Emergency Exchange Freeze: Partners freeze assets before most counterfeit tokens are sold

Two Days Later Isolation Recovery: Legitimate transactions preserved, counterfeit assets destroyed, 99% of accounts unaffected

From $40 to $0.075: A Long Decline

(Source: CoinGecko)

Dapper Labs, creator of the non-fungible token project CryptoKitties, announced in September 2019 the development of Flow, a new Layer 1 blockchain designed to address scalability challenges faced by consumer applications like gaming and digital collectibles. The early success of NBA Top Shot—a platform for trading officially licensed NBA highlight NFTs—helped bring mainstream attention to the Flow blockchain in 2020 and 2021.

Against this backdrop, according to CoinGecko data, the network’s FLOW token surged above $40 in 2021. Flow’s momentum continued into 2022, with the project raising approximately $725 million from investors including Andreessen Horowitz (a16z) and Union Square Ventures to support ecosystem development. This top-tier institutional backing once positioned Flow as a leader in NFT infrastructure.
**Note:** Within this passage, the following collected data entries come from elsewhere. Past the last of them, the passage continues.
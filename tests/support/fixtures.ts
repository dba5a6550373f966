import { randomBytes } from 'node:crypto';
import { hash } from '@node-rs/argon2';
import pg from 'pg';

/**
 * Test data written straight into the run's fresh database (the browser tests get no demo
 * seed): organizations, people and memberships, the way an operator would provision them.
 * Rows of organization-owned tables are behind row-level security, so each write runs in a
 * transaction whose `biasproof.org_id` scope is `*` (the system scope).
 */

/** The password of every fixture person: long enough and not on the common list. */
export const FIXTURE_PASSWORD = 'emitter-follower-7731';

export const uniqueSuffix = () => randomBytes(4).toString('hex');

export interface FixtureOrg {
  id: string;
  slug: string;
  name: string;
}

export interface FixturePerson {
  id: string;
  email: string;
  name: string;
  password: string;
}

type Role = 'admin' | 'author' | 'checker' | 'approver' | 'manager';

function databaseUrl(): string {
  const url = process.env.DATABASE_URL;
  if (!url) throw new Error('DATABASE_URL is not set: run browser tests through `npm test`');
  return url;
}

async function inSystemScope<T>(fn: (client: pg.Client) => Promise<T>): Promise<T> {
  const client = new pg.Client({ connectionString: databaseUrl() });
  await client.connect();
  try {
    await client.query('BEGIN');
    await client.query("SELECT set_config('biasproof.org_id', '*', true)");
    const result = await fn(client);
    await client.query('COMMIT');
    return result;
  } catch (error) {
    await client.query('ROLLBACK');
    throw error;
  } finally {
    await client.end();
  }
}

export async function createOrganization(name: string): Promise<FixtureOrg> {
  const slug = `${name
    .toLowerCase()
    .replace(/[^a-z0-9]+/g, '-')
    .replace(/^-|-$/g, '')}-${uniqueSuffix()}`;
  return inSystemScope(async (db) => {
    const { rows } = await db.query<{ id: string }>(
      'INSERT INTO organizations (slug, name, timezone) VALUES ($1, $2, $3) RETURNING id',
      [slug, name, 'Europe/Berlin'],
    );
    return { id: rows[0]!.id, slug, name };
  });
}

/** A person with an account (argon2id hash, as the server stores it) and no membership yet. */
export async function createPerson(name: string, domain: string): Promise<FixturePerson> {
  const email = `${name.split(' ')[0]!.toLowerCase()}.${uniqueSuffix()}@${domain}`;
  const passwordHash = await hash(FIXTURE_PASSWORD);
  return inSystemScope(async (db) => {
    const { rows } = await db.query<{ id: string }>(
      'INSERT INTO users (email, name, password_hash) VALUES ($1, $2, $3) RETURNING id',
      [email, name, passwordHash],
    );
    return { id: rows[0]!.id, email, name, password: FIXTURE_PASSWORD };
  });
}

export async function addMembership(
  org: FixtureOrg,
  person: FixturePerson,
  roles: Role[],
): Promise<void> {
  await inSystemScope((db) =>
    db.query('INSERT INTO memberships (org_id, user_id, roles) VALUES ($1, $2, $3)', [
      org.id,
      person.id,
      roles,
    ]),
  );
}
As the NFT market cooled in subsequent years, FLOW’s momentum waned, and its market cap fell out of the top 300 cryptocurrencies. After the December 27 attack, FLOW’s price declined rapidly, dropping about 40% within five hours. The token hit a low of $0.075 on January 2 but then began to recover. According to Cointelegraph data, as of press time, its trading price was close to $0.10, up approximately 16% in the past 24 hours.

From $40 to $0.075, a decline of over 99.8%, this collapse is extreme even by crypto standards. Flow’s downfall reflects the broader difficulties faced by the NFT infrastructure sector, where projects lacking real-world utility are quickly abandoned once speculative hype subsides.

Vulnerability Fixes and Future Security Enhancements

The Foundation stated that they have patched the underlying flaw, added stricter runtime checks, and expanded regression testing to prevent similar attacks. They are also working with forensic partners and law enforcement, planning to strengthen monitoring and bug bounty programs as part of broader security reinforcement measures.

This comprehensive security response is necessary but also exposes early design flaws in Flow. The Cadence language, which is at the core of Flow’s smart contracts, had a vulnerability allowing asset duplication, revealing gaps in code auditing and security testing. For a blockchain that has been operational for years and handled hundreds of millions of dollars in transactions, such a protocol-level flaw is rare and serious.

Enhancing bug bounty programs is a positive signal, but investor confidence has been damaged. Flow needs to rebuild trust through ongoing security audits, transparent incident reporting, and a track record of zero vulnerabilities. In the highly competitive Layer-1 market, a major security incident could be fatal.